Authors: Gerhard Klimeck, George B. Adams III, Krishna P. C. Madhavan, Nathan Denny, Michael G. Zentner, Swaroop Shivarajapura, Lynn K. Zentner, Diane L. Beaudoin, and Mehdi Salmani-Jelodar Network for Computational Nanotechnology, Purdue University
As the first and largest HUB utilizing the HUBzero infrastructure, nanoHUB.org provides a prime example of how HUBs function as virtual organizations, with the potential to accelerate scientific research and enrich education. With over 170,000 users in the last 12 months and over 2,300 resources including nearly 200 simulation tools, nanoHUB.org has established itself as the world’s largest Nanotechnology User Facility.
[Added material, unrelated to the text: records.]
package kafka

import (
	"context"
	"encoding/base64"
	"encoding/binary"
	"net"
	"strconv"

	"github.com/segmentio/kafka-go/protocol"
	"github.com/segmentio/kafka-go/protocol/metadata"
)

// layout is where things are in a cluster, at one moment.
type layout struct {
	brokers map[int32]string // by node: host:port
	topics  map[string]topicLayout
}

type topicLayout struct {
	code    int16          // an error of the protocol, 0 if none
	id      string         // another if the topic is deleted and created anew; "" in clusters without ids
	leaders map[int32]lead // by partition
}

// lead is who leads a partition, and since which change of leader.
type lead struct {
	node  int32 // -1 while there is none
	epoch int32
}

// metadataVersion is the first with ids of topics (Kafka 2.8).
const metadataVersion = 10

// layout asks the broker about some topics. It does not create them.
func (l *link) layout(ctx context.Context, topics []string) (*layout, error) {
	if l.speaks[protocol.Metadata] < metadataVersion {
		return l.oldLayout(ctx, topics)
	}
	buf, err := l.exchange(ctx, request{key: protocol.Metadata, version: metadataVersion, flexible: true, body: func(b []byte) []byte {
		b = binary.AppendUvarint(b, uint64(len(topics)+1))
		for _, t := range topics {
			b = append(b, make([]byte, 16)...) // no id: by name
			b = appendCompactString(b, t)
			b = append(b, 0) // no tagged fields
		}
		return append(b, 0, 0, 0, 0) // create none, no rights of cluster or topic, no tagged fields
	}}, nil)
	if err != nil {
		return nil, err
	}
	return parseLayout(buf)
}

// parseLayout reads the answer.
//
//	source  Kafka protocol guide, Metadata version 10
func parseLayout(buf []byte) (*layout, error) {
	c := cursor{b: buf}
	out := &layout{brokers: map[int32]string{}, topics: map[string]topicLayout{}}
	c.tags()  // of the header
	c.int32() // throttled
	for range c.compactLength(8) {
		node, host, port := c.int32(), c.compactString(), c.int32()
		c.compactString() // rack
		c.tags()
		out.brokers[node] = net.JoinHostPort(host, strconv.Itoa(int(port)))
	}
	c.compactString() // cluster
	c.int32()         // controller
	for range c.compactLength(24) {
		t := topicLayout{code: c.int16(), leaders: map[int32]lead{}}
		name := c.compactString()
		if id := c.take(16); id != nil && [16]byte(id) != [16]byte{} {
			t.id = base64.RawURLEncoding.EncodeToString(id) // as Kafka's own tools print it
		}
		c.int8() // internal
		for range c.compactLength(18) {
			c.int16() // a partition without a leader has an error, and -1 for leader
			partition := c.int32()
			leader := lead{node: c.int32(), epoch: c.int32()}
			for range 3 { // replicas: all, in sync, offline
				c.take(4 * c.compactLength(4))
			}
			c.tags()
			t.leaders[partition] = leader
		}
		c.int32() // rights
		c.tags()
		out.topics[name] = t
	}
	if c.short {
		return nil, errGarbled
	}
	return out, nil
}

// oldLayout is layout for brokers whose topics have no ids.
func (l *link) oldLayout(ctx context.Context, topics []string) (*layout, error) {
	m, err := l.ask(ctx, &metadata.Request{TopicNames: topics})
	if err != nil {
		return nil, err
	}
	res := m.(*metadata.Response)
	out := &layout{brokers: map[int32]string{}, topics: map[string]topicLayout{}}
	for _, b := range res.Brokers {
		out.brokers[b.NodeID] = net.JoinHostPort(b.Host, strconv.Itoa(int(b.Port)))
	}
	for _, t := range res.Topics {
		into := topicLayout{code: t.ErrorCode, leaders: map[int32]lead{}}
		for _, p := range t.Partitions {
			into.leaders[p.PartitionIndex] = lead{p.LeaderID, p.LeaderEpoch}
		}
		out.topics[t.Name] = into
	}
	return out, nil
}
Critical attributes for the success of such science gateways are open access, ease of use, utterly dependable operation, and diverse, high-quality content. Through nanoHUB.org, these attributes are realized, resulting in significant global knowledge transfer among researchers and from research to education. The impact and success of a science gateway can be measured and evaluated utilizing a variety of usage statistics, usage patterns, and analysis of citation data. An algorithm-based analysis reveals patterns in classroom usage and citation analysis illustrates multi-directional dissemination of research within the community. These success criteria apply not only to nanoHUB.org, but can be extended to other science gateways and other HUBs using HUBzero technology.
Gerhard Klimeck is the Director of the Network for Computational Nanotechnology at Purdue University and a Professor of Electrical and Computer Engineering. He guides the technical developments and strategies of nanoHUB.org which served over 170,000 users worldwide with on-line simulation, tutorials, and seminars in the last 12 months. He was the Technical Group Supervisor of the High Performance Computing Group and a Principal Scientist at the NASA Jet Propulsion Laboratory. Previously he was a member of technical staff at the Central Research Lab of Texas Instruments where he served as manager and principal architect of the Nanoelectronic Modeling (NEMO 1-D) program. NEMO 1-D was the first quantitative simulation tool for resonant tunneling diodes and 1D heterostructures. At JPL and Purdue Gerhard developed the Nanoelectronic Modeling tool (NEMO 3-D ) for multimillion atom simulations. NEMO 3-D has been used to quantitatively model optical properties of self-assembled quantum dots, disordered Si/SiGe systems, and single impurities in Silicon. Both tools are based on the representation of the nanoelectronic device with atomistic empirical tight-binding. Quantitative device modeling was demonstrated without any material parameter adjustments, just by entry of geometrical structure parameters. At Purdue his group is developing a new simulation engine that combines the NEMO 1-D and NEMO 3-D capabilities into a new code entitled OMEN. Prof. Klimeck’s research interest is in the modeling of nanoelectronic devices, parallel cluster computing, and genetic algorithms. Dr. Klimeck received his Ph.D. in 1994 on Quantum Transport from Purdue University and his German electrical engineering degree in 1990 from Ruhr-University Bochum. Dr. Klimeck’s work is documented in over 130 peer-reviewed journal and 125 proceedings publications and over 130 invited and 280 contributed conference presentations. He is a senior member of IEEE and member of APS, HKN and TBP. NEMO 1-D was recently demonstrated to scale to 23,000 parallel processors, NEMO 3-D was demonstrated to scale to 8,192 processors, and OMEN was demonstrated to scale to 222.720 processors.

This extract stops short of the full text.